### WORK TO BE COMPLETED
Only one number is wanted: the count of lines in the records below that hold the word "none".

### Records drawn from a dataset
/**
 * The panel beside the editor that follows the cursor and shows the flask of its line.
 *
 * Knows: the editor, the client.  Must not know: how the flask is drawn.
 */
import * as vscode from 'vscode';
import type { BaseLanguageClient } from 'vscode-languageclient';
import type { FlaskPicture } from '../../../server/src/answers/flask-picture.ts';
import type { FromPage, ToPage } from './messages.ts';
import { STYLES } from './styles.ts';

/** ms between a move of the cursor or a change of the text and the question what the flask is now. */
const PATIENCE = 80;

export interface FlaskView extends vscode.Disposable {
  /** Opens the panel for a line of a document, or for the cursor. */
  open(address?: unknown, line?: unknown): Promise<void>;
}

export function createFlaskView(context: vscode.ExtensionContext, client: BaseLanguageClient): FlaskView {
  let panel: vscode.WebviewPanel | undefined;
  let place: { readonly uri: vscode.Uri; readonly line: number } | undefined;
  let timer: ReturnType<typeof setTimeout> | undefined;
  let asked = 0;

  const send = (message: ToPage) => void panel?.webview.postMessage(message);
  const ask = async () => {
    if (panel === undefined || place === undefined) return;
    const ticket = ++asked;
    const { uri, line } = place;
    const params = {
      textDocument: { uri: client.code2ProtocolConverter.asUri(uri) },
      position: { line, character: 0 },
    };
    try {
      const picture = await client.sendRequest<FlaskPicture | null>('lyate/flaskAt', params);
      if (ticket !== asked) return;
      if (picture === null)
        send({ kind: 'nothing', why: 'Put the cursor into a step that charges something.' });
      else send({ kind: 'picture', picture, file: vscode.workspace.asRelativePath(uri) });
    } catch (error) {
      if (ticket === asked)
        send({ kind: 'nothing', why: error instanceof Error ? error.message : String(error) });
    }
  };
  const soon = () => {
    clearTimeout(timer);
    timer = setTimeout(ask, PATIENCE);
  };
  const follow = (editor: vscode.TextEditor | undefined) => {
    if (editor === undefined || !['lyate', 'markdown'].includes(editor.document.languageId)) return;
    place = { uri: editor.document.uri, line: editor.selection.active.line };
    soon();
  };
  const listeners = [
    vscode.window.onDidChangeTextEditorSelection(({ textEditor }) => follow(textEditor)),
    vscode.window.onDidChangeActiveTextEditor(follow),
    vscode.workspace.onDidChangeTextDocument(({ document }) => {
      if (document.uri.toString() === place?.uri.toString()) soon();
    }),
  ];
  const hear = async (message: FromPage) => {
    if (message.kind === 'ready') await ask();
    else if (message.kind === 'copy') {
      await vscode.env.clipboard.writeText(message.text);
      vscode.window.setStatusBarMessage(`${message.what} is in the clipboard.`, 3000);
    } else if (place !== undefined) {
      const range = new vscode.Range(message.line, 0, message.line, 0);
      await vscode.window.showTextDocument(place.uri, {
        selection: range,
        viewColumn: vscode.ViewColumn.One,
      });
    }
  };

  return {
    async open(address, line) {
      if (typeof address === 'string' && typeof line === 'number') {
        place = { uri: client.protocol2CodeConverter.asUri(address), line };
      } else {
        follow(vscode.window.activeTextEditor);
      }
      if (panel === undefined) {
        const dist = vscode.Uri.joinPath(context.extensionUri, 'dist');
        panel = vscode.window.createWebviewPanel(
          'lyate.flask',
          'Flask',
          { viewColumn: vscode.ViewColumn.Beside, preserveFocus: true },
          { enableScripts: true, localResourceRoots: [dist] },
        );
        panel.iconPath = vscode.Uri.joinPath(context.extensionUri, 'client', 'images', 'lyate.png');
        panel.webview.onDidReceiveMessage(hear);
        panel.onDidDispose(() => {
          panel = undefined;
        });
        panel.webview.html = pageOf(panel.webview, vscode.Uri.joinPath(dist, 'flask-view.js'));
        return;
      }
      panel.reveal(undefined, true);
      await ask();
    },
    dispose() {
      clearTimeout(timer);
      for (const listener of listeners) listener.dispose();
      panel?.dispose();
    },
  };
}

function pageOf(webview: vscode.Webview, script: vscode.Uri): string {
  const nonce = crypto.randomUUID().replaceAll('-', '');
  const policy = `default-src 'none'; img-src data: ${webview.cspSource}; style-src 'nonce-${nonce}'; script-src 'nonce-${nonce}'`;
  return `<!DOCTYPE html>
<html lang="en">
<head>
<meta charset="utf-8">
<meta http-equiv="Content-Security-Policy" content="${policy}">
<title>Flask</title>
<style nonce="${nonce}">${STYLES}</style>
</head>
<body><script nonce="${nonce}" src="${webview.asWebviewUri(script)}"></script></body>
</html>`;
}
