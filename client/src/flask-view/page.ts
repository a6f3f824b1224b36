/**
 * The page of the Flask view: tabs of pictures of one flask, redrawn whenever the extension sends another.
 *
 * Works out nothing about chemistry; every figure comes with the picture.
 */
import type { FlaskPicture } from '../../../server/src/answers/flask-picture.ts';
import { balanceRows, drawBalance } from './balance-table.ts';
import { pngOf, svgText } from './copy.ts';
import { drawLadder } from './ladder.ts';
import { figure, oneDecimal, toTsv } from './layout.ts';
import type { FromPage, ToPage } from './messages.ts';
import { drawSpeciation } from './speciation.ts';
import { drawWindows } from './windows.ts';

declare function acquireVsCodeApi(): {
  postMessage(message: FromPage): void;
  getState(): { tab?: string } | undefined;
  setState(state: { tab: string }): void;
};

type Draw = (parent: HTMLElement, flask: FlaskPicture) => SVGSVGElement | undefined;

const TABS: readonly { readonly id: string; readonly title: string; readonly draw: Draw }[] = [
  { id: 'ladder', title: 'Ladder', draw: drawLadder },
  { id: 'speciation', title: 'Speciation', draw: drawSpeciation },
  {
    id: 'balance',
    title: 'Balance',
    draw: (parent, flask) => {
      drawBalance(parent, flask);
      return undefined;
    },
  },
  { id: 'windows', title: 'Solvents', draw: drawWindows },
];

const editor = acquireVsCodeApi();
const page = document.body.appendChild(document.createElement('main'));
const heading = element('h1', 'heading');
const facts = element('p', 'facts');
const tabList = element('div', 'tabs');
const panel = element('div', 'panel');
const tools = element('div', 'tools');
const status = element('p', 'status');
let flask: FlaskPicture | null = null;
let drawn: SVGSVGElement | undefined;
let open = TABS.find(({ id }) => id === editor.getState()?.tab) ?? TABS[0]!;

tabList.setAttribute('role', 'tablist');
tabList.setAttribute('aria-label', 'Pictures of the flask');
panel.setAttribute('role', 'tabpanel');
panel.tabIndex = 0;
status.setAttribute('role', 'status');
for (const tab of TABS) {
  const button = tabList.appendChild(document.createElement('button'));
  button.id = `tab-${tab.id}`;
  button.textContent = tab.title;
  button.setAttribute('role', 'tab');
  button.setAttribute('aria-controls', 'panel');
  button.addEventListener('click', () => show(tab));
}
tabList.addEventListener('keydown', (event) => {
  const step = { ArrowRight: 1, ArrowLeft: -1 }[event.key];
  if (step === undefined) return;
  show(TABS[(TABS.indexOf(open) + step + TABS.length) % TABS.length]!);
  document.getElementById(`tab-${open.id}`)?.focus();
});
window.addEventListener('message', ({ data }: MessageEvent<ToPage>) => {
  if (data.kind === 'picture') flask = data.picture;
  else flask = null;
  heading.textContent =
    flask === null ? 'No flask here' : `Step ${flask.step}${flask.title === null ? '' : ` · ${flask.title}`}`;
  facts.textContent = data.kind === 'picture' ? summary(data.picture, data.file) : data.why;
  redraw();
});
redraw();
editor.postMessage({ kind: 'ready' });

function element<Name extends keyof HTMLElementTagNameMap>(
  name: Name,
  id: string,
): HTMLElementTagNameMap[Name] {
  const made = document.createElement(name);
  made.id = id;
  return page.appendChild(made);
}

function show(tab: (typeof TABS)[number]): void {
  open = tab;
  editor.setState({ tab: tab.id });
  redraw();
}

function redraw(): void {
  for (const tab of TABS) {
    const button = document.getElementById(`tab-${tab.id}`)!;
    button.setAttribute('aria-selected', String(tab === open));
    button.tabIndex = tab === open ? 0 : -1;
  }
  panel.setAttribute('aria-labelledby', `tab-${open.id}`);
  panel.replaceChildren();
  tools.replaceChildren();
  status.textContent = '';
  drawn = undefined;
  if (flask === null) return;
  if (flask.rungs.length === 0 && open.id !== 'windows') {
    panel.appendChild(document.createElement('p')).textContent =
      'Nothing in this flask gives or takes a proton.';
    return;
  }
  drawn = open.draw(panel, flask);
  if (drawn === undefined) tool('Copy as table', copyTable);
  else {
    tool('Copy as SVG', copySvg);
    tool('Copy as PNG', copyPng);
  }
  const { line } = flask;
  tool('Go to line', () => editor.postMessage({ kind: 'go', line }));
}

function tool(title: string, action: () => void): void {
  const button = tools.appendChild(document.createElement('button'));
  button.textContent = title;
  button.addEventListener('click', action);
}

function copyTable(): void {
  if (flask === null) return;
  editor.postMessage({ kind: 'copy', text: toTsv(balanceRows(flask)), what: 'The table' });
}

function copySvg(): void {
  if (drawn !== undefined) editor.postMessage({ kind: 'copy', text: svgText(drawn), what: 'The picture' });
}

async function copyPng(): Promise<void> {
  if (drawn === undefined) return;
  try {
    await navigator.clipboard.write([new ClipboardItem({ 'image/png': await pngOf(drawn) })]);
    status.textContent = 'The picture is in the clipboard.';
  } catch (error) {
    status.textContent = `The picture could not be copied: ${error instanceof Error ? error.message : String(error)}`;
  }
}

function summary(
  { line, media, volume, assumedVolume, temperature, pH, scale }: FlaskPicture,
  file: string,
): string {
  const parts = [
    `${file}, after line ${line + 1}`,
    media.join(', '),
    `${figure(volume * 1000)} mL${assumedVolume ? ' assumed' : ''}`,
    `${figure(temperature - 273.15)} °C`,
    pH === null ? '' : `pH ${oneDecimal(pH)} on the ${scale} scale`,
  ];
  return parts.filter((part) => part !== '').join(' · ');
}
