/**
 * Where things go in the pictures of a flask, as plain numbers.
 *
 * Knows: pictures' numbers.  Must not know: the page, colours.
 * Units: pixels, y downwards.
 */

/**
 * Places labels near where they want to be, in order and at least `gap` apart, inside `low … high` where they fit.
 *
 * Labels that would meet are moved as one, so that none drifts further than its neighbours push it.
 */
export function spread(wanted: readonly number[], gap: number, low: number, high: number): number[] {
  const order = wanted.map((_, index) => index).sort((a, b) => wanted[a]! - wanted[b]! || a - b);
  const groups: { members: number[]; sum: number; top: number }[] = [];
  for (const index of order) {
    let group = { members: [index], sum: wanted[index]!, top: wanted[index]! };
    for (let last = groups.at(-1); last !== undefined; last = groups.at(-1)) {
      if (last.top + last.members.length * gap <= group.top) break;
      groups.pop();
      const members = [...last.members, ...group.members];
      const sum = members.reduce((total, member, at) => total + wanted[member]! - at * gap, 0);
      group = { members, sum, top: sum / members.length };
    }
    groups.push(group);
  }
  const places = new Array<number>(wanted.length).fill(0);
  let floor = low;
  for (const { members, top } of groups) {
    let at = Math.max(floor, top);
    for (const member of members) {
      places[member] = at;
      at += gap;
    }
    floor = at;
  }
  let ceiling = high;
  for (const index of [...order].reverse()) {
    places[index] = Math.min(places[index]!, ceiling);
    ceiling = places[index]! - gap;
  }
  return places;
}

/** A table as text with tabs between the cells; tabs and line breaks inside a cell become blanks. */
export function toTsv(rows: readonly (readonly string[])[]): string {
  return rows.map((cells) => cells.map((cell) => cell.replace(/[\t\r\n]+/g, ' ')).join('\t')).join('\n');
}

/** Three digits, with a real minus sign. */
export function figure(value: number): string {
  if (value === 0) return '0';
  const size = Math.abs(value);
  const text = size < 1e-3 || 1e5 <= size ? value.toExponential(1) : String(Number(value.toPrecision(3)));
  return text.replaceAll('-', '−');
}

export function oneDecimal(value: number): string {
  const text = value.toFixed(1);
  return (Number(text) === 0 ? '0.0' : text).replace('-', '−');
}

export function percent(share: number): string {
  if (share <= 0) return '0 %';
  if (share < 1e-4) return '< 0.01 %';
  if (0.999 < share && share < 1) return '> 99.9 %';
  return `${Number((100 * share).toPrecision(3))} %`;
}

### WORKED SOLUTION
2